*EXERCISE*
Return only those lines of the listing in which "steps" appears.

*** Block opens ***

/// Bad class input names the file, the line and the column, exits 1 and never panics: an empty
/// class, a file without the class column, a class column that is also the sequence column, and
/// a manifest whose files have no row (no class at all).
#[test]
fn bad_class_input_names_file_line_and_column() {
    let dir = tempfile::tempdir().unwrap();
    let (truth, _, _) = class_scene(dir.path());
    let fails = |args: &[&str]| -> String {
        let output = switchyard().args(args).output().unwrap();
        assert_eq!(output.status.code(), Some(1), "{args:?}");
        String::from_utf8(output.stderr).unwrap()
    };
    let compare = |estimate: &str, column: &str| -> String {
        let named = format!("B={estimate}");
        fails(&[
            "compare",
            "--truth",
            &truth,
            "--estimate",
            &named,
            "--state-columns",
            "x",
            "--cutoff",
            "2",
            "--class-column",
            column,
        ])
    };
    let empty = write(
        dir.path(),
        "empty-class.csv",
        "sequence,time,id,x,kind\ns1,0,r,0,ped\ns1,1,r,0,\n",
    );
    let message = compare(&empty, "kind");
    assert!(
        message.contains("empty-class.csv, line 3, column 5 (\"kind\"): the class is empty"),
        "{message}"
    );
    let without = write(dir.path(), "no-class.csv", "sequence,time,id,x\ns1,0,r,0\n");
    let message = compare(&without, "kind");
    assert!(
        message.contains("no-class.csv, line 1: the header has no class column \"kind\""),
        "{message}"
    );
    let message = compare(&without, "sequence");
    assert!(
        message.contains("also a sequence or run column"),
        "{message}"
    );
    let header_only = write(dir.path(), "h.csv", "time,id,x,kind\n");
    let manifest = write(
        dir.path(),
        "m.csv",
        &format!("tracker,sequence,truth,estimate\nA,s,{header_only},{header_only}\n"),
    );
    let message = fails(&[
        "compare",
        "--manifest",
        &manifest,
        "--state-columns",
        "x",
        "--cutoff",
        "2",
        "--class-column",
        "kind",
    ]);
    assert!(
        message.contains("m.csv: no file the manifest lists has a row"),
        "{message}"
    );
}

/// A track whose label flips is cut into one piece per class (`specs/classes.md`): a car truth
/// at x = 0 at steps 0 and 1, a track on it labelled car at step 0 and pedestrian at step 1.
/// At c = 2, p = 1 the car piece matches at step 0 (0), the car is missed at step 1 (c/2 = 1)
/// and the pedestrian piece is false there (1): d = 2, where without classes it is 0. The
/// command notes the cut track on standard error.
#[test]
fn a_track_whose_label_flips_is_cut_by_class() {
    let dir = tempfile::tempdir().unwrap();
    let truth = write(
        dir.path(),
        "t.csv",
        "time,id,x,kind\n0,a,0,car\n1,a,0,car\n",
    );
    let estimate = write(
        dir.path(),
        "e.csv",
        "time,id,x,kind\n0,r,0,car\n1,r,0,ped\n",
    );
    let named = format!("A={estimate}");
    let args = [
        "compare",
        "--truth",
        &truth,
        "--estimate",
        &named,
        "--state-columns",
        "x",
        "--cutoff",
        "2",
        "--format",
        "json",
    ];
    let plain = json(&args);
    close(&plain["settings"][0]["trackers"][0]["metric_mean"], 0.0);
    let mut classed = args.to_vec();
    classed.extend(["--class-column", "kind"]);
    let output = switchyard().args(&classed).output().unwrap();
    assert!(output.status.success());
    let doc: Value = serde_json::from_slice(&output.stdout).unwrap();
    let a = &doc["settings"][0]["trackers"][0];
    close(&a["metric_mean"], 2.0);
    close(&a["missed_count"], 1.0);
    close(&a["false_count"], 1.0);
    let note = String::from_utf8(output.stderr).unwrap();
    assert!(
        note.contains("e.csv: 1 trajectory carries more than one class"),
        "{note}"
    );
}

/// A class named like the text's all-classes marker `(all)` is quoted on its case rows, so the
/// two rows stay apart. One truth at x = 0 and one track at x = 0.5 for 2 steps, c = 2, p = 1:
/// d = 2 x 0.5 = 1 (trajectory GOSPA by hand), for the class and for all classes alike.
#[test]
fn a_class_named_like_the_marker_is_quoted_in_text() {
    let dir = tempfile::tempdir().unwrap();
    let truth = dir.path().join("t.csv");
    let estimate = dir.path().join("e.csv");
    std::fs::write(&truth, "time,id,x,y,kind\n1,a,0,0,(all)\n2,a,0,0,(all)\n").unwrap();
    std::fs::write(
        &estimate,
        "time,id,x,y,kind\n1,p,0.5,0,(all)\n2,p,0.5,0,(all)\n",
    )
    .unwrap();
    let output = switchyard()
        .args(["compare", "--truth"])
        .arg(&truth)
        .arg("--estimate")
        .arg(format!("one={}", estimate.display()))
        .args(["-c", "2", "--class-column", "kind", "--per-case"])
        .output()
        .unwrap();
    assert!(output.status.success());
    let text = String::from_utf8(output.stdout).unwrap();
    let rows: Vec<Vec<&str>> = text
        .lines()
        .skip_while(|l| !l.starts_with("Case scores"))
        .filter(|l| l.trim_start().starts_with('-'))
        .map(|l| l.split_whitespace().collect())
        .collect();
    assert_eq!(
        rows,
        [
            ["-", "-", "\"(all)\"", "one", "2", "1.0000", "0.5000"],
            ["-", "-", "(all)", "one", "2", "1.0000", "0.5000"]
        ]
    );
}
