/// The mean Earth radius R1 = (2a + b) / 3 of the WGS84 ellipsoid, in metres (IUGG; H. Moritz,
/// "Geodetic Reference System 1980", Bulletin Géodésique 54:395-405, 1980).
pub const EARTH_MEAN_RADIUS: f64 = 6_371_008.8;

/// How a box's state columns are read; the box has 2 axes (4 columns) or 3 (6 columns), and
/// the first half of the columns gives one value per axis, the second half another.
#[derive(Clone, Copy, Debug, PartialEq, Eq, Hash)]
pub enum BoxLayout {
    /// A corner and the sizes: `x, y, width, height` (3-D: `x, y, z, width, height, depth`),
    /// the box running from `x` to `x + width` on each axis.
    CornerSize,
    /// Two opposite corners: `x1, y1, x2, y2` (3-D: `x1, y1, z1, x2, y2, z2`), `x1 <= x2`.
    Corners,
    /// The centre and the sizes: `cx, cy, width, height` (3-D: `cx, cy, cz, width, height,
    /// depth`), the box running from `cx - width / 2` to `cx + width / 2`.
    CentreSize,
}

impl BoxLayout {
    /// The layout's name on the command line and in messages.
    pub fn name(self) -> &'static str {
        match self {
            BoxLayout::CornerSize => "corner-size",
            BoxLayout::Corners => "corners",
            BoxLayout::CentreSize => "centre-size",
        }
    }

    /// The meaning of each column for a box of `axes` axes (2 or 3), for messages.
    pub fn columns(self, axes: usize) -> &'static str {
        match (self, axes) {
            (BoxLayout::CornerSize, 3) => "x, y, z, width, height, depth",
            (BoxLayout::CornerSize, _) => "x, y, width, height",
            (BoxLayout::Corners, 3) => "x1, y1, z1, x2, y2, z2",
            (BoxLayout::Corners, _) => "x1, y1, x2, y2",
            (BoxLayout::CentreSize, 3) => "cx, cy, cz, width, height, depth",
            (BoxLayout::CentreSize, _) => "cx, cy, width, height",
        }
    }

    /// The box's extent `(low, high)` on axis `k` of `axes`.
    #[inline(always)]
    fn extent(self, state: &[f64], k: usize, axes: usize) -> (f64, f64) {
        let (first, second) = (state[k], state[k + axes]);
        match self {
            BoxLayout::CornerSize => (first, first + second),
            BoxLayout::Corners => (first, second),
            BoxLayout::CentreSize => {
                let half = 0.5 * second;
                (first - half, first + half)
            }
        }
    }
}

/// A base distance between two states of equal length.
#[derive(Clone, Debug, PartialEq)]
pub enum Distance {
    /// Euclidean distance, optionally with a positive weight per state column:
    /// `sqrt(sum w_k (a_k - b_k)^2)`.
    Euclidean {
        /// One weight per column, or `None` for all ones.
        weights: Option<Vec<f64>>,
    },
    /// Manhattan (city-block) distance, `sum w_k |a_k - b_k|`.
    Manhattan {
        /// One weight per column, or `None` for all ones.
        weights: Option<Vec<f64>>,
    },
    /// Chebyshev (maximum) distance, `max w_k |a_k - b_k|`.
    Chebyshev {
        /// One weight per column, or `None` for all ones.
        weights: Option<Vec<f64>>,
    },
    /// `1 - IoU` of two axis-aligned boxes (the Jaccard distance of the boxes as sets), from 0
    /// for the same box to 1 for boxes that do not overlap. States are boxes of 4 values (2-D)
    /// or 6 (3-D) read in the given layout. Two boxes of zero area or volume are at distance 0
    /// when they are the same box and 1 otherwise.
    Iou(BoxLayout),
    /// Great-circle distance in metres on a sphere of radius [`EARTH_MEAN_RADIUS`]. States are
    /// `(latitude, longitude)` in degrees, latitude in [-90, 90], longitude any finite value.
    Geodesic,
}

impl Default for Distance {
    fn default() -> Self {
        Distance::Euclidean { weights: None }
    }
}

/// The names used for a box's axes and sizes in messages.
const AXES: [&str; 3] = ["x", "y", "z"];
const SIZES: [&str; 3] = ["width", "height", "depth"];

*** Block closes ***

*TASK OUTPUT*
/// at x = 0 at steps 0 and 1, a track on it labelled car at step 0 and pedestrian at step 1.
/// two rows stay apart. One truth at x = 0 and one track at x = 0.5 for 2 steps, c = 2, p = 1:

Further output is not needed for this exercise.